Case: A policyholder (who falls under the Marginal tax rate band of 40%) purchased lifetime - deferred annuity (with 10 years deferred period).

Annual premium paid by policyholder for 10 years is 1,000.

The annual investment income earned on Premium paid net of taxes is 5000, accumulated every year, is taxed on the concept of I-E at basic rate, during the accumulation phase.

After 10 years, suppose this the annuity fund value stands at 15,000.

Ques1: Is this 15,000 (Fund value) net of tax?

Ques2: Is this 15,000 considered as Purchase price of annuity?

Assuming the above two questions are true –

Annual Annuity an vesting date is computed to be 2000 p.a.

Expected Lifetime of policyholder – 10years

Policyholder component = 15000/10 = 1500

Tax would be paid on 2000 – 1500 at Marginal rate (40%)

Ques 3: Isn’t the government charging less tax during accumulation phase(basic rate, 20%) when policyholder is liable to pay marginal rate (40%, which is higher than basic rate)?

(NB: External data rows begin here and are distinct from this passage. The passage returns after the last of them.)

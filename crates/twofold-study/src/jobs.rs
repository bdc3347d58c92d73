//! Work on a background thread: start it, watch its progress, ask it to stop, collect its result.
//!
//! The window must keep drawing while an analysis, a design search, a file dialog or an export
//! runs, so each of them is a [`Job`]. The work is handed owned data and a [`Control`] through
//! which it reports progress (a step number whose meaning the caller chooses) and checks whether it
//! was cancelled. A panic inside the work does not take the window down and does not leave it
//! waiting for ever: it becomes [`JobError::Panicked`], which the window shows in words.

use std::fmt;
use std::panic::{AssertUnwindSafe, catch_unwind};
use std::sync::Arc;
use std::sync::atomic::{AtomicBool, AtomicU32, Ordering};
use std::sync::mpsc::{self, Receiver, TryRecvError};
use std::thread::JoinHandle;

/// Why a job gave no result.
#[derive(Debug, Clone, PartialEq, Eq, thiserror::Error)]
#[non_exhaustive]
pub enum JobError {
    /// The work stopped with an internal error (a panic); the message is the panic's text.
    #[error("the {job} stopped with an internal error (please report it): {message}")]
    Panicked {
        /// What the job was doing, e.g. "analysis".
        job: String,
        /// The panic message.
        message: String,
    },
    /// The system refused to start another thread.
    #[error("the {job} could not be started: {message}")]
    NotStarted {
        /// What the job was doing.
        job: String,
        /// What the system reported.
        message: String,
    },
    /// The thread ended without sending a result (it cannot, unless the process is going down).
    #[error("the {job} stopped unexpectedly")]
    Lost {
        /// What the job was doing.
        job: String,
    },
}

/// What the work sees of its job: progress to report, a cancel request to honour.
pub struct Control {
    step: Arc<AtomicU32>,
    cancel: Arc<AtomicBool>,
    notify: Box<dyn Fn() + Send>,
}

impl Control {
    /// Reports that the work has reached `step` (the caller's numbering) and wakes the watcher.
    pub fn report(&self, step: u32) {
        self.step.store(step, Ordering::Release);
        (self.notify)();
    }

    /// Whether the watcher asked the work to stop; the work checks between its steps.
    pub fn cancelled(&self) -> bool {
        self.cancel.load(Ordering::Acquire)
    }
}

/// Work of type `T` running on its own thread.
pub struct Job<T> {
    name: String,
    step: Arc<AtomicU32>,
    cancel: Arc<AtomicBool>,
    result: Receiver<Result<T, JobError>>,
    handle: Option<JoinHandle<()>>,
    done: bool,
}

impl<T> fmt::Debug for Job<T> {
    fn fmt(&self, f: &mut fmt::Formatter<'_>) -> fmt::Result {
        f.debug_struct("Job")
            .field("name", &self.name)
            .field("step", &self.step())
            .field("cancelled", &self.cancel.load(Ordering::Acquire))
            .field("done", &self.done)
            .finish()
    }
}

/// The text of a panic payload (`panic!("...")` gives a `&str` or a `String`).
fn panic_text(payload: &(dyn std::any::Any + Send)) -> String {
    if let Some(s) = payload.downcast_ref::<&str>() {
        (*s).to_string()
    } else if let Some(s) = payload.downcast_ref::<String>() {
        s.clone()
    } else {
        "no message".to_string()
    }
}

impl<T: Send + 'static> Job<T> {
    /// Starts `work` on a new thread named `name` (also the word used in error messages, e.g.
    /// "analysis"). `notify` is called after every progress report and once the result is ready
    /// (the window passes a closure that requests a repaint, so it need not poll in a loop).
    pub fn start<W, N>(name: &str, work: W, notify: N) -> Job<T>
    where
        W: FnOnce(&Control) -> T + Send + 'static,
        N: Fn() + Send + 'static,
    {
        let step = Arc::new(AtomicU32::new(0));
        let cancel = Arc::new(AtomicBool::new(false));
        let (tx, rx) = mpsc::channel();
        let control = Control {
            step: Arc::clone(&step),
            cancel: Arc::clone(&cancel),
            notify: Box::new(notify),
        };
        let job_name = name.to_string();
        let spawned = std::thread::Builder::new()
            .name(name.to_string())
            .spawn(move || {
                // The work owns its data, so nothing it left half-changed is seen after a panic.
                let result = catch_unwind(AssertUnwindSafe(|| work(&control))).map_err(|p| {
                    JobError::Panicked {
                        job: job_name,
                        message: panic_text(p.as_ref()),
                    }
                });
                // The watcher may have dropped the job; then nobody wants the result.
                let _ = tx.send(result);
                (control.notify)();
            });
        let (result, handle) = match spawned {
            Ok(h) => (rx, Some(h)),
            Err(e) => {
                let (tx, rx) = mpsc::channel();
                let _ = tx.send(Err(JobError::NotStarted {
                    job: name.to_string(),
                    message: e.to_string(),
                }));
                (rx, None)
            }
        };
        Job {
            name: name.to_string(),
            step,
            cancel,
            result,
            handle,
            done: false,
        }
    }
}

impl<T> Job<T> {
    /// The last step the work reported (0 before the first report).
    pub fn step(&self) -> u32 {
        self.step.load(Ordering::Acquire)
    }

    /// Asks the work to stop at its next check; the result then says what it did.
    pub fn cancel(&self) {
        self.cancel.store(true, Ordering::Release);
    }

    /// The result once the work has finished (returned once; later calls give `None`).
    pub fn poll(&mut self) -> Option<Result<T, JobError>> {
        if self.done {
            return None;
        }
        match self.result.try_recv() {
            Ok(r) => {
                self.done = true;
                if let Some(h) = self.handle.take() {
                    // The thread has sent its last message; joining does not wait.
                    let _ = h.join();
                }
                Some(r)
            }
            Err(TryRecvError::Empty) => None,
            Err(TryRecvError::Disconnected) => {
                self.done = true;
                Some(Err(JobError::Lost {
                    job: self.name.clone(),
                }))
            }
        }
    }

    /// Waits for the result (for the command line and tests; the window uses [`Job::poll`]).
    pub fn wait(mut self) -> Result<T, JobError> {
        if self.done {
            return Err(JobError::Lost { job: self.name });
        }
        if let Some(h) = self.handle.take() {
            let _ = h.join();
        }
        self.result
            .recv()
            .unwrap_or(Err(JobError::Lost { job: self.name }))
    }
}

#[cfg(test)]
mod tests {
    use super::*;
    use std::sync::atomic::AtomicUsize;
    use std::time::Duration;

    fn poll_until_done<T>(job: &mut Job<T>) -> Result<T, JobError> {
        loop {
            if let Some(r) = job.poll() {
                return r;
            }
            std::thread::sleep(Duration::from_millis(2));
        }
    }

    #[test]
    fn result_is_delivered_once() {
        let mut job = Job::start("sum", |_c: &Control| (1..=10).sum::<u32>(), || {});
        assert_eq!(poll_until_done(&mut job), Ok(55));
        assert!(job.poll().is_none());
    }

    #[test]
    fn progress_is_seen_and_wakes_the_watcher() {
        let wakes = Arc::new(AtomicUsize::new(0));
        let w = Arc::clone(&wakes);
        let (go_tx, go_rx) = mpsc::channel::<()>();
        let (at_tx, at_rx) = mpsc::channel::<()>();
        let mut job = Job::start(
            "steps",
            move |c: &Control| {
                c.report(1);
                at_tx.send(()).unwrap();
                go_rx.recv().unwrap();
                c.report(2);
                "done"
            },
            move || {
                w.fetch_add(1, Ordering::Relaxed);
            },
        );
        at_rx.recv().unwrap();
        assert_eq!(job.step(), 1);
        go_tx.send(()).unwrap();
        assert_eq!(poll_until_done(&mut job), Ok("done"));
        assert_eq!(job.step(), 2);
        // Two reports and the finish.
        assert_eq!(wakes.load(Ordering::Relaxed), 3);
    }

    #[test]
    fn cancel_reaches_the_work() {
        let (go_tx, go_rx) = mpsc::channel::<()>();
        let job = Job::start(
            "cancellable",
            move |c: &Control| {
                // Hold until the test has cancelled, so the order is certain.
                go_rx.recv().unwrap();
                if c.cancelled() { "stopped" } else { "ran" }
            },
            || {},
        );
        job.cancel();
        go_tx.send(()).unwrap();
        assert_eq!(job.wait(), Ok("stopped"));
    }

    #[test]
    fn a_panic_becomes_an_error_in_words() {
        let mut job: Job<u32> = Job::start(
            "analysis",
            |_c: &Control| panic!("index out of bounds in the fit"),
            || {},
        );
        let err = poll_until_done(&mut job).unwrap_err();
        assert!(matches!(err, JobError::Panicked { .. }), "{err:?}");
        let text = err.to_string();
        assert!(
            text.starts_with("the analysis stopped with an internal error"),
            "{text}"
        );
        assert!(text.contains("index out of bounds in the fit"), "{text}");
        // A formatted panic message (a String payload) is kept too.
        let n = 7;
        let job: Job<u32> = Job::start("search", move |_c: &Control| panic!("row {n}"), || {});
        assert!(job.wait().unwrap_err().to_string().ends_with("row 7"));
    }
}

Ques 4: if Ques 1 statement is false, won’t the situation fall under double taxation case?
 
I think you are over-complicating this. A 'general annuity' basically refers to a 'purchased life annuity': an immediate annuity.
A deferred annuity is more likely to have been purchased within (UK) pensions legislation, hence would be part of non-BLAGAB.
[I guess there might have been some non-pensions deferred annuities purchased in the past in the UK, but this feels very obscure and not something that is covered in the Core Reading. If you wanted further information on how those were treated, that is a question for a tax expert - not for the SA2 forum!]